=== About this task ===
Reproduce verbatim the lines of the material below, starting at the line with "est_key = estimated_key.get(m)" and ending at the line with "why = estimate_errors.get(m)", both inclusive; skip the rest.

=== Provided material ===
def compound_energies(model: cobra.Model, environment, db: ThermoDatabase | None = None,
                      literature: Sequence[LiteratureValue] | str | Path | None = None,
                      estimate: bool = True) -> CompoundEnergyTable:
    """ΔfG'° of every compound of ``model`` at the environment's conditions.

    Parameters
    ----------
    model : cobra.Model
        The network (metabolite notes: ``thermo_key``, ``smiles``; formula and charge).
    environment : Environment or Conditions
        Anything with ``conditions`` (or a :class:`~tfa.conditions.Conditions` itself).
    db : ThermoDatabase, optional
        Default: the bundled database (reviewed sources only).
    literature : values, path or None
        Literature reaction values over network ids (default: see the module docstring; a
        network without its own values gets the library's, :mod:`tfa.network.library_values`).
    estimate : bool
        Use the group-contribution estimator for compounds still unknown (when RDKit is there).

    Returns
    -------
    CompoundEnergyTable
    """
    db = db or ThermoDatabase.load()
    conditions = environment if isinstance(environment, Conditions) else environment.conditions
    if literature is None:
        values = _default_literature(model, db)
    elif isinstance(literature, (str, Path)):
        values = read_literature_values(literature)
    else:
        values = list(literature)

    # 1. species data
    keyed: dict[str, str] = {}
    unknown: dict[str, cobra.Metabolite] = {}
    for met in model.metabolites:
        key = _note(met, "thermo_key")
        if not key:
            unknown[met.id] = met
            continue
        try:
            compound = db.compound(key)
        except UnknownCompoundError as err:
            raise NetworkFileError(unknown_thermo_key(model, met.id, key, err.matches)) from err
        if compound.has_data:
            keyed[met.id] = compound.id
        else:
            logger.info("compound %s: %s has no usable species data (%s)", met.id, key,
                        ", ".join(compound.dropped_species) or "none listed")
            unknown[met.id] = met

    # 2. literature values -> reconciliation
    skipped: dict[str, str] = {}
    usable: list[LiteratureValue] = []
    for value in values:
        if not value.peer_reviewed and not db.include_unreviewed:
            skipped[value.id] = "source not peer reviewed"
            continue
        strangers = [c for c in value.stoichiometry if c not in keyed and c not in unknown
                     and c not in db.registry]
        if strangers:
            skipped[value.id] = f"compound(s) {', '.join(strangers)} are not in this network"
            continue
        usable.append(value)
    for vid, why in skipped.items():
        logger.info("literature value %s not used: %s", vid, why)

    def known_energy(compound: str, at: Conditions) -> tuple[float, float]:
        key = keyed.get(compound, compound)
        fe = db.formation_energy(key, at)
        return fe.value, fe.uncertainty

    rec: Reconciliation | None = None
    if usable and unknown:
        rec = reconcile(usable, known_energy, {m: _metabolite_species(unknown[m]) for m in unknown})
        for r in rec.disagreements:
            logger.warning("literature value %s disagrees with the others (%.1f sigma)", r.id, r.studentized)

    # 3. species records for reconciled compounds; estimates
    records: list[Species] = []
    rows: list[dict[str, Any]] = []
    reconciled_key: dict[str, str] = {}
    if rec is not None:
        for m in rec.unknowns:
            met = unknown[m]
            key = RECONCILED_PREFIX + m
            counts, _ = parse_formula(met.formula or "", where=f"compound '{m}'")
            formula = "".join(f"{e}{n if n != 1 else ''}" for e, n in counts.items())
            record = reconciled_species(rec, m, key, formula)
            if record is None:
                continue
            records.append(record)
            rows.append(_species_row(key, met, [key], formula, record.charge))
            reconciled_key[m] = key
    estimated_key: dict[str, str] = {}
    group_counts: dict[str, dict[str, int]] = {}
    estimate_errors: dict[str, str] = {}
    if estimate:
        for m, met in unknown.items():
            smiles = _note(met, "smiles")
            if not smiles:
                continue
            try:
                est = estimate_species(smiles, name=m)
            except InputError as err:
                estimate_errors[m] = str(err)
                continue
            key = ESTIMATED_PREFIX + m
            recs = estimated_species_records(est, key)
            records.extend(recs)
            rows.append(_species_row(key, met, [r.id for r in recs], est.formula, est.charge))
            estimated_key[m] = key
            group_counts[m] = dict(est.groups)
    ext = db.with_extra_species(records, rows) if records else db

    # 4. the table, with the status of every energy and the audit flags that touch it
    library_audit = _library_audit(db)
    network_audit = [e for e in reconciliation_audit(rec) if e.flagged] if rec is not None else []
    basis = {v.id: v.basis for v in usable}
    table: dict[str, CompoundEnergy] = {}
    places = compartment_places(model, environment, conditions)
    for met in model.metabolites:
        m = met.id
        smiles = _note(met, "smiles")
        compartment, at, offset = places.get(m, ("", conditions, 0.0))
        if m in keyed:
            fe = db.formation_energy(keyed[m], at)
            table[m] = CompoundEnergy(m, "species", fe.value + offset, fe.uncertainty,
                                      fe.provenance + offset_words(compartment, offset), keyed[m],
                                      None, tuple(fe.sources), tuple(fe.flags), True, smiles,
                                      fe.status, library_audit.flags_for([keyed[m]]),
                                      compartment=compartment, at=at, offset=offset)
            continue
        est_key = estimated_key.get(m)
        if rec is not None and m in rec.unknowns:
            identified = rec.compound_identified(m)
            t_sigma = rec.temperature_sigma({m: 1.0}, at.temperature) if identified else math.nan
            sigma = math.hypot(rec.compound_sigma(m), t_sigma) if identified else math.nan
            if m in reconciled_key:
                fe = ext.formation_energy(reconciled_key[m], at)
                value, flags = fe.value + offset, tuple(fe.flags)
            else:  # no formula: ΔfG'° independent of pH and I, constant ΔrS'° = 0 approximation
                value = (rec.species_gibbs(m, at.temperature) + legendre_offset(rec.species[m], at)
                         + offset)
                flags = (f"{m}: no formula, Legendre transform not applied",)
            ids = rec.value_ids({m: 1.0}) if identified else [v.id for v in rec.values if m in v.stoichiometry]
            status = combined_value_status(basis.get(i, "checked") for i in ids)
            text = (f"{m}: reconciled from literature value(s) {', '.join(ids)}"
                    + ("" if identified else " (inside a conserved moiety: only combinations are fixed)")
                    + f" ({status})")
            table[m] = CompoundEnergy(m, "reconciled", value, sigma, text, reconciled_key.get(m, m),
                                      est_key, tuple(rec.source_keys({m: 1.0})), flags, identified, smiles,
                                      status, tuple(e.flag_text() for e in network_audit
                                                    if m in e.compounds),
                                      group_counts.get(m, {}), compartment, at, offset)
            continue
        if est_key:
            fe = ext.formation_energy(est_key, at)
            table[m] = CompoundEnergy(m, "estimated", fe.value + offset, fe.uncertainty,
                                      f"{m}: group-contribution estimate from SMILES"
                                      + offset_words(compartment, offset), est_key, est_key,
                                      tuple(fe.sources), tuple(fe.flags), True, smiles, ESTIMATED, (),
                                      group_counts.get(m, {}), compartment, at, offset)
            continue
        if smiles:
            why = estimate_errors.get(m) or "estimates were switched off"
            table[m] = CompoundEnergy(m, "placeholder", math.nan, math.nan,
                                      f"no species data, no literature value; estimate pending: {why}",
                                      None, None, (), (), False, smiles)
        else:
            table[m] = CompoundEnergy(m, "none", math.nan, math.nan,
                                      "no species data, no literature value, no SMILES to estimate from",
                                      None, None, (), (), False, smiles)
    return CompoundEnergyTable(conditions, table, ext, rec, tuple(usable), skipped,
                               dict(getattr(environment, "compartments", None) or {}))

=== Written reply ===
        est_key = estimated_key.get(m)
        if rec is not None and m in rec.unknowns:
            identified = rec.compound_identified(m)
            t_sigma = rec.temperature_sigma({m: 1.0}, at.temperature) if identified else math.nan
            sigma = math.hypot(rec.compound_sigma(m), t_sigma) if identified else math.nan
            if m in reconciled_key:
                fe = ext.formation_energy(reconciled_key[m], at)
                value, flags = fe.value + offset, tuple(fe.flags)
            else:  # no formula: ΔfG'° independent of pH and I, constant ΔrS'° = 0 approximation
                value = (rec.species_gibbs(m, at.temperature) + legendre_offset(rec.species[m], at)
                         + offset)
                flags = (f"{m}: no formula, Legendre transform not applied",)
            ids = rec.value_ids({m: 1.0}) if identified else [v.id for v in rec.values if m in v.stoichiometry]
            status = combined_value_status(basis.get(i, "checked") for i in ids)
            text = (f"{m}: reconciled from literature value(s) {', '.join(ids)}"
                    + ("" if identified else " (inside a conserved moiety: only combinations are fixed)")
                    + f" ({status})")
            table[m] = CompoundEnergy(m, "reconciled", value, sigma, text, reconciled_key.get(m, m),
                                      est_key, tuple(rec.source_keys({m: 1.0})), flags, identified, smiles,
                                      status, tuple(e.flag_text() for e in network_audit
                                                    if m in e.compounds),
                                      group_counts.get(m, {}), compartment, at, offset)
            continue
        if est_key:
            fe = ext.formation_energy(est_key, at)
            table[m] = CompoundEnergy(m, "estimated", fe.value + offset, fe.uncertainty,
                                      f"{m}: group-contribution estimate from SMILES"
                                      + offset_words(compartment, offset), est_key, est_key,
                                      tuple(fe.sources), tuple(fe.flags), True, smiles, ESTIMATED, (),
                                      group_counts.get(m, {}), compartment, at, offset)
            continue
        if smiles:
            why = estimate_errors.get(m) or "estimates were switched off"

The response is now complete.